The rankings have been uber good for super competitive terms. May 2007 was the last time I've experienced any ranking flucutations less October 31st, and Nov 6th with no recovery.
Tedster - thanks for the recent email and thoughts
Thanks for taking the time to obtain additional input, my personal web issues after 10/31 took a little longer to resolve than I'd like, but they did come back and have settled into an acceptable range. It's nice to get some confirmation from those "inside".
The fix is a done deal. The issues have been corrected the serps are as is.
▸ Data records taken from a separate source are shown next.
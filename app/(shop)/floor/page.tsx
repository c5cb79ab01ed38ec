import type { Metadata } from "next";
import Link from "next/link";
import { FloorBoard } from "@/components/floor/floor-board";
import { ReportList } from "@/components/reports/report-list";
import { ButtonLink } from "@/components/ui/button";
import { Card, CardTitle } from "@/components/ui/card";
import { PageHeader } from "@/components/ui/page-header";
import { hasAccounts } from "@/db/queries/accounts";
import { listServiceRequests } from "@/db/queries/service-requests";
import { floorLanes } from "@/db/queries/work-order-list";
import { requirePageRole } from "@/lib/server/auth/page-access";
import { CAN, hasRole } from "@/lib/auth/policy";

export const metadata: Metadata = { title: "Floor" };

export default async function FloorPage() {
  const user = await requirePageRole(CAN.shopStaff);
  const [floor, reports, anyAccount] = await Promise.all([
    floorLanes(user, { mineFor: user.role === "tech" ? user.id : undefined }),
    listServiceRequests(user, { limit: 50, status: "open" }),
    hasAccounts(),
  ]);
  const canCheckIn = hasRole(user, CAN.manageAccounts);
  // The board is drawn at request time (and again on each refresh): "late" is against this instant.
  const renderedAt = new Date().getTime();
  return (
    <>
      <PageHeader title="Floor" kicker={`${floor.total} unit${floor.total === 1 ? "" : "s"} in the shop`}>
        {canCheckIn ? <ButtonLink href="/work-orders/new">Check a unit in</ButtonLink> : null}
      </PageHeader>
      {canCheckIn && !anyAccount ? (
        <Card className="mb-4" data-testid="first-steps">
          <CardTitle>Getting started</CardTitle>
          <ol className="list-decimal pl-5">
            {user.role === "owner" ? (
              <li>
                <Link href="/settings/people">Invite your service writers and technicians</Link>.
              </li>
            ) : null}
            <li>
              <Link href="/accounts/new">Create a fleet account</Link> and invite its approver.
            </li>
            <li>Add its units one by one or from a CSV file.</li>
            <li>Check the first unit in.</li>
          </ol>
        </Card>
      ) : null}
      {reports.serviceRequests.length ? (
        <section id="defect-reports" aria-labelledby="defect-reports-title" className="mb-6">
          <h2 id="defect-reports-title" className="mb-2 text-xl font-bold">
            Defect reports waiting <span className="figures text-ink-faint">({reports.serviceRequests.length})</span>
          </h2>
          <ReportList rows={reports.serviceRequests} shop={canCheckIn} empty="" />
        </section>
      ) : null}
      <FloorBoard floor={floor} userId={user.id} isTech={user.role === "tech"} renderedAt={renderedAt} />
    </>
  );
}
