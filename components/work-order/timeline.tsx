import { StatusPill } from "@/components/ui/status-pill";
import type { WorkOrderStatus } from "@/lib/domain";
import { formatDateTime } from "@/lib/format";

export interface TimelineEntry {
  id: string;
  status: WorkOrderStatus;
  note: string;
  at: string;
  by: string | null;
}

/** Dated updates posted by the shop, newest first. */
export function Timeline({ entries }: { entries: TimelineEntry[] }) {
  if (!entries.length) return <p className="text-ink-faint">No updates yet.</p>;
  return (
    <ol className="relative flex flex-col gap-3 border-l-2 border-rule pl-4" data-testid="timeline">
      {entries.map((e) => (
        <li key={e.id} className="relative">
          <span aria-hidden className="absolute top-2 -left-[1.4rem] size-3 rounded-full border-2 border-ink bg-paper-card" />
          <div className="flex flex-wrap items-center gap-2">
            <StatusPill status={e.status} size="sm" />
            {/* Date and person wrap together, so a phone never shows a stray "· name" line. */}
            <span className="text-sm text-ink-faint">
              <time className="figures" dateTime={e.at}>
                {formatDateTime(e.at)}
              </time>
              {e.by ? ` · ${e.by}` : null}
            </span>
          </div>
          {e.note ? <p className="mt-1">{e.note}</p> : null}
        </li>
      ))}
    </ol>
  );
}
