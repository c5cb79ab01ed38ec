import type { ServerResponse } from "node:http";

/** Body of POST /route-metadata, as the route handler sends it (handleUploadAction). */
export interface Registration {
  fileKeys: string[];
  metadata: unknown;
  isDev: boolean;
  callbackUrl: string;
  callbackSlug: string;
  awaitServerData: boolean;
  /** isDev only: the open JSON-lines response the route handler reads callbacks from. */
  stream: ServerResponse | null;
  /** Keys still waiting for their callback (or error) to be sent. */
  open: Set<string>;
}

/** What the app posted to /callback-result for one key. */
export type CallbackOutcome = { callbackData: unknown } | { error: string };

/** One-shot values by key that an async caller can wait for with a deadline. */
class Waiters<T> {
  private readonly waiting = new Map<string, Array<(v: T | undefined) => void>>();

  wait(key: string, timeoutMs: number): Promise<T | undefined> {
    return new Promise((resolve) => {
      const timer = setTimeout(() => this.drop(key, done), timeoutMs);
      const done = (v: T | undefined): void => {
        clearTimeout(timer);
        resolve(v);
      };
      this.waiting.set(key, [...(this.waiting.get(key) ?? []), done]);
    });
  }

  settle(key: string, value: T): boolean {
    const list = this.waiting.get(key);
    this.waiting.delete(key);
    for (const done of list ?? []) done(value);
    return (list?.length ?? 0) > 0;
  }

  private drop(key: string, done: (v: T | undefined) => void): void {
    const rest = (this.waiting.get(key) ?? []).filter((d) => d !== done);
    if (rest.length) this.waiting.set(key, rest);
    else this.waiting.delete(key);
    done(undefined);
  }

  cancelAll(): void {
    const all = [...this.waiting.values()].flat();
    this.waiting.clear();
    for (const done of all) done(undefined);
  }
}

export class Registrations {
  private readonly byKey = new Map<string, Registration>();
  private readonly registered = new Waiters<Registration>();
  private readonly results = new Waiters<CallbackOutcome>();

  add(reg: Registration): void {
    for (const key of reg.fileKeys) {
      this.byKey.set(key, reg);
      this.registered.settle(key, reg);
    }
  }

  /** In dev mode the route handler registers without waiting, so a PUT may arrive first. */
  async find(key: string, timeoutMs: number): Promise<Registration | undefined> {
    return this.byKey.get(key) ?? (await this.registered.wait(key, timeoutMs));
  }

  /** Call before sending the callback: the app may answer before the callback request returns. */
  expectResult(key: string, timeoutMs: number): Promise<CallbackOutcome | undefined> {
    return this.results.wait(key, timeoutMs);
  }

  deliverResult(key: string, outcome: CallbackOutcome): boolean {
    return this.results.settle(key, outcome);
  }

  /** Marks a key done; a dev stream ends once all its keys are done. */
  finish(key: string): void {
    const reg = this.byKey.get(key);
    this.byKey.delete(key);
    if (!reg) return;
    reg.open.delete(key);
    if (reg.open.size === 0 && reg.stream) {
      reg.stream.end();
      reg.stream = null;
    }
  }

  forget(reg: Registration): void {
    for (const key of reg.fileKeys) if (this.byKey.get(key) === reg) this.byKey.delete(key);
    reg.stream?.end();
    reg.stream = null;
  }

  closeAll(): void {
    for (const reg of new Set(this.byKey.values())) this.forget(reg);
    this.registered.cancelAll();
    this.results.cancelAll();
  }
}
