import type { IncomingMessage, ServerResponse } from "node:http";
import type { FakeContext } from "./context";
import { header, HttpError, readJsonObject, sendJson } from "./http-util";
import type { Registration } from "./registrations";
import { isValidKey } from "./store";

export function requireApiKey(req: IncomingMessage, ctx: FakeContext): void {
  if (header(req, "x-uploadthing-api-key") !== ctx.apiKey) throw new HttpError(401, "Invalid API key");
}

/**
 * POST /route-metadata from the route handler after it signs URLs:
 * { fileKeys, metadata, isDev, callbackUrl, callbackSlug, awaitServerData }.
 * isDev: answer with a JSON-lines stream that stays open until every file's hook is sent.
 */
export async function handleRouteMetadata(
  req: IncomingMessage,
  res: ServerResponse,
  ctx: FakeContext,
): Promise<void> {
  requireApiKey(req, ctx);
  const body = await readJsonObject(req);
  const { fileKeys, metadata, isDev, callbackUrl, callbackSlug, awaitServerData } = body;
  if (!Array.isArray(fileKeys) || !fileKeys.every((k): k is string => typeof k === "string" && isValidKey(k))) {
    throw new HttpError(400, "fileKeys must be an array of file keys");
  }
  if (typeof callbackUrl !== "string" || !URL.canParse(callbackUrl)) throw new HttpError(400, "callbackUrl must be a URL");
  if (typeof callbackSlug !== "string" || !callbackSlug) throw new HttpError(400, "callbackSlug is required");

  const reg: Registration = {
    fileKeys,
    metadata: metadata ?? {},
    isDev: isDev === true,
    callbackUrl,
    callbackSlug,
    awaitServerData: awaitServerData !== false,
    stream: null,
    open: new Set(fileKeys),
  };
  setTimeout(() => ctx.registrations.forget(reg), ctx.registrationTtlMs).unref();

  if (!reg.isDev) {
    ctx.registrations.add(reg);
    return sendJson(res, 200, { ok: true });
  }
  res.writeHead(200, { "content-type": "application/x-ndjson", "cache-control": "no-cache" });
  res.flushHeaders();
  reg.stream = res;
  res.on("close", () => {
    reg.stream = null;
  });
  ctx.registrations.add(reg);
  if (fileKeys.length === 0) ctx.registrations.forget(reg);
}

/**
 * POST /callback-result from the route handler once onUploadComplete returned:
 * { fileKey, callbackData } (or { fileKey, error } when it could not forward a dev callback).
 */
export async function handleCallbackResult(
  req: IncomingMessage,
  res: ServerResponse,
  ctx: FakeContext,
): Promise<void> {
  requireApiKey(req, ctx);
  const body = await readJsonObject(req);
  if (typeof body.fileKey !== "string") throw new HttpError(400, "fileKey is required");
  const outcome =
    typeof body.error === "string" ? { error: body.error } : { callbackData: body.callbackData ?? null };
  // The SDK posts a result even when the upload did not await one; nothing waits then.
  ctx.registrations.deliverResult(body.fileKey, outcome);
  sendJson(res, 200, { ok: true });
}
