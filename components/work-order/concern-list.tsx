export interface ConcernView {
  id: string;
  complaint: string;
  cause: string;
  correction: string;
  intermittent: boolean;
  recordHint: string;
}

/** The trade's three Cs for each concern on the visit. */
export function ConcernList({ concerns }: { concerns: ConcernView[] }) {
  if (!concerns.length) return <p className="text-ink-faint">No concerns written yet.</p>;
  return (
    <ol className="flex flex-col gap-3">
      {concerns.map((c, i) => (
        <li key={c.id} className="rounded-card border border-rule bg-paper p-3">
          <p className="font-bold">
            {i + 1}. {c.complaint}
            {c.intermittent ? (
              <span className="ml-2 rounded-full border border-ink px-2 py-0.5 text-xs font-semibold">Intermittent</span>
            ) : null}
          </p>
          <dl className="mt-1 grid grid-cols-[6.5rem_1fr] gap-x-2 text-sm">
            <dt className="text-ink-faint">Cause</dt>
            <dd>{c.cause || "Not found yet"}</dd>
            <dt className="text-ink-faint">Correction</dt>
            <dd>{c.correction || "—"}</dd>
          </dl>
        </li>
      ))}
    </ol>
  );
}
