// Starts the fake: `npx tsx mocks/uploadthing/main.ts`. Prints the env the app needs.
import { resolve } from "node:path";
import { startFakeUploadThing } from "./server";

const port = Number(process.env.FAKE_UPLOADTHING_PORT ?? "12112");
if (!Number.isInteger(port) || port < 0 || port > 65535) {
  throw new Error(`FAKE_UPLOADTHING_PORT must be a port number, got ${process.env.FAKE_UPLOADTHING_PORT}`);
}
const storageDir = process.env.FAKE_UPLOADTHING_STORAGE ?? resolve(import.meta.dirname, "../.storage/uploadthing");

const fake = await startFakeUploadThing({
  port,
  storageDir,
  appId: process.env.FAKE_UPLOADTHING_APP_ID || undefined,
  apiKey: process.env.FAKE_UPLOADTHING_API_KEY || undefined,
});

console.log(`fake UploadThing listening on ${fake.url} (files in ${storageDir})`);
console.log("Set these in the app's environment:");
for (const [name, value] of Object.entries(fake.env)) console.log(`${name}=${value}`);

const stop = (): void => {
  void fake.close().then(() => process.exit(0));
};
process.once("SIGINT", stop);
process.once("SIGTERM", stop);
If you were effected and haven't come back then you need to dig into why this has happened to you.
Matt said there was some data let out of the update and that was corrected.
It was done on Nov 4th, when all the DCs aligned like an eclipse..
Not sure why people didn't see (or believe) my posts on that.
And nice to see MC confirm the Ghost Dataset(TM).
Although i predict the way this "update" rolled out, will happen again soon.
My website using subfolder, like:
But I noted that MSN and LIVE.COM has index my pages with the following URL (without forward slash):
And Google is index my pages correctly as:
So does this mean that my pages got 2 version in the internet?
one with forward slash and one without forward slash.
Co-incidently, I also affected by the current update and all my pages in subfolder are disappeared on ranking.
But all my other pages (in root directory) like: http://www.example.com/page.htm
not affected at all and still remain top ranking in google now. Only those pages in subfolders affected by the current update!
Anyone got any good explanation?
[edited by: tedster at 8:51 am (utc) on Nov. 14, 2008]
[edit reason] switch to example.com - it will never be owned [/edit]
Of course, traffic is waaaaaaay down now.
We do not see any reason for getting hammered. Anyone?